UK companies are shifting their stock market listings to the US due to a larger, deeper market, higher valuations, and the prospect of a government willing to spend hundreds of billions of dollars on infrastructure. The lack of interest from UK-based investors in their home market, particularly pension funds, is cited as a major reason for the exodus. The article also highlights the difficulties faced by the London's stock market in attracting and retaining companies, despite the British government's attempts to lure businesses away from rival exchanges.
Alderley Park-based Redx Pharma and (AIM: REDX) has acquired US-based Jounce Therapeutics, Inc. (Nasdaq: JNCE) The companies have announced a recommended business combination via an all-share merger transaction. Redx focuses on small molecules for the treatment of cancer and fibrotic diseases and the emerging area of cancer-associated fibrosis whereas Jounce specialises in cancer immunotherapy. The group will have a strong clinical pipeline and expertise in the discovery and development of highly selective therapeutics for the treatment of cancer and fibrotic disease. The highest priority will be the development of RXC007, RedX’s lead candidate, a next-generation selective ROCK2 inhibitor, currently in Phase 2a study in idiopathic pulmonary fibrosis. The combined group, called Redx Inc., will be listed on Nasdaq and led by Redx CEO Lisa Anson. The transaction is expected to complete in Q2 2023, subject to approval from Redx and Jounce shareholders and regulatory approvals. Redx Shareholders are expected to own approximately 63% and Jounce shareholders approximately 37% of the share capital of the combined group.
The UK government plans to increase the revenue clawback rate paid by pharmaceutical companies on the Statutory Scheme for Branded Medicines from 24.4% to 27.5%, despite warnings from the Association of the British Pharmaceutical Industry (ABPI) and other pharmaceutical companies. The ABPI has cautioned that the proposed rate rise would send the worst possible signal to global investors and boardrooms at a time when UK life sciences are already facing significant challenges. The UK government has released its own report explaining why it wants to raise the rates to 27.5% this year. The changes will limit the growth of medicine sales to 1.1%, and the NHS will save between £17 million and £19 million by 2023.

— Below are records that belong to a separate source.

def station_leak(points: pd.DataFrame, band_df: pd.DataFrame, limits: pd.DataFrame,
                 events: pd.DataFrame, unit: str, height: int = 280,
                 calibrations: pd.DataFrame | None = None) -> Layered:
    """A station's leak rate over days: hourly min–max band and mean, the newest tests as
    dots by verdict, each limit as the step it was in force (the reject limit solid, the
    lower plausibility limit dotted and named as such), maintenance as vertical rules and
    calibrations (``ended_at``, ``outcome``, ``program``) as triangles along the bottom,
    vermillion when one failed."""
    title = f"leak rate [{unit}]"
    layers: list[alt.Chart] = []
    if not band_df.empty:  # each hour as a box from its lowest to its highest test
        base = alt.Chart(band_df).encode(x=_time_x("bucket"), x2="bucket_end:T")
        tips = [_time_tip("bucket"), alt.Tooltip("n:Q", title="tests"),
                alt.Tooltip("mean:Q", format=".3g", title="mean"),
                alt.Tooltip("min:Q", format=".3g", title="lowest"),
                alt.Tooltip("max:Q", format=".3g", title="highest")]
        layers += [
            base.mark_rect(opacity=0.2, color="#0072B2").encode(
                y=alt.Y("min:Q", title=title, scale=alt.Scale(zero=False)), y2="max:Q",
                tooltip=tips),
            base.mark_rule(color="#0072B2", strokeWidth=1.5).encode(y="mean:Q", tooltip=tips),
        ]
    if not points.empty:
        layers.append(
            alt.Chart(points).mark_circle(size=16, opacity=0.7).encode(
                x=_time_x("ended_at"), y=alt.Y("leak:Q", title=title),
                color=alt.Color("verdict:N", scale=_VERDICT_COLOURS, title="verdict",
                                legend=alt.Legend(orient="bottom")),
                tooltip=[_time_tip("ended_at"), alt.Tooltip("cycle:Q", title="cycle"),
                         alt.Tooltip("program:N", title="program"),
                         alt.Tooltip("verdict:N", title="verdict"),
                         alt.Tooltip("leak:Q", format=".3g", title=title)]))
    if not limits.empty:
        shown = [k for k in _LIMIT_STYLE if k in set(limits["what"])]
        layers.append(
            alt.Chart(limits).mark_rule(strokeWidth=2).encode(
                x=_time_x("start"), x2="end:T", y=alt.Y("value:Q", title=title),
                color=alt.Color("what:N", scale=alt.Scale(domain=shown, range=[
                    _LIMIT_STYLE[k][0] for k in shown]), title="limits",
                    legend=alt.Legend(labelLimit=320, orient="bottom")),
                strokeDash=alt.StrokeDash("what:N", scale=alt.Scale(
                    domain=shown, range=[_LIMIT_STYLE[k][1] for k in shown]), legend=None),
                tooltip=[alt.Tooltip("what:N", title="limit"),
                         alt.Tooltip("value:Q", format=".3g", title=unit)]))
    if not events.empty:
        layers.append(
            alt.Chart(events).mark_rule(color="#000000", strokeDash=[6, 3]).encode(
                x=_time_x("at"), tooltip=[_time_tip("at"), alt.Tooltip("kind:N", title="what"),
                                          alt.Tooltip("note:N", title="note")]))
    if calibrations is not None and not calibrations.empty:
        lows = [f[c].min() for f, c in ((band_df, "min"), (points, "leak"), (limits, "value"))
                if not f.empty and c in f]
        floor = float(min(lows)) if lows else 0.0  # along the bottom of what is drawn
        layers.append(
            alt.Chart(calibrations.assign(y=floor)).mark_point(
                shape="triangle-up", filled=True, size=30).encode(
                x=_time_x("ended_at"), y=alt.Y("y:Q", title=title),
                color=alt.condition("datum.outcome == 'FAILED'", alt.value("#D55E00"),
                                    alt.value("#555555")),
                tooltip=[_time_tip("ended_at"), alt.Tooltip("outcome:N", title="calibration"),
                         alt.Tooltip("program:N", title="program")]))
    if not layers:
        layers.append(alt.Chart(pd.DataFrame({"x": []})).mark_point())
    return alt.layer(*layers).resolve_scale(color="independent").properties(height=height)
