def open_journal(url: str, *, durable: bool = False) -> Journal:
    """Open (creating directories, schema and pending migrations) the journal at ``url``.

    ``url`` is ``sqlite:///relative/path.db``, ``sqlite:////absolute/path.db`` or a bare path.
    """
    return Journal(sqlite_path(url), durable=durable)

The Horizon Europe saga continues. UK scientists welcomed the prospect of the UK rejoining Horizon Europe, the EU's €96 billion science programme, as per the deal between the UK and the EU on post-Brexit trading rules for Northern Ireland. The UK has been excluded from EU research grants for over two years, which has damaged collaborative relationships with colleagues in member states and ended a crucial source of investment. Talks on re-entry are expected to take between six and nine months, during which new financial arrangements will be worked out, and the UK will decide which parts of Horizon Europe to participate in and to what extent. However, UK Prime Minister Rishi Sunak is hesitant about rejoining. Sunak is reportedly skeptical about the value of the program and the cost of British participation. The UK was expected to contribute £15 billion for the seven-year program, but three years have already passed, and the two sides must now agree on the amount that the UK will provide. Sunak's reluctance comes despite calls by UK scientists for Britain to re-enter Horizon, which they see as crucial for research, investment, and making the UK a "science superpower."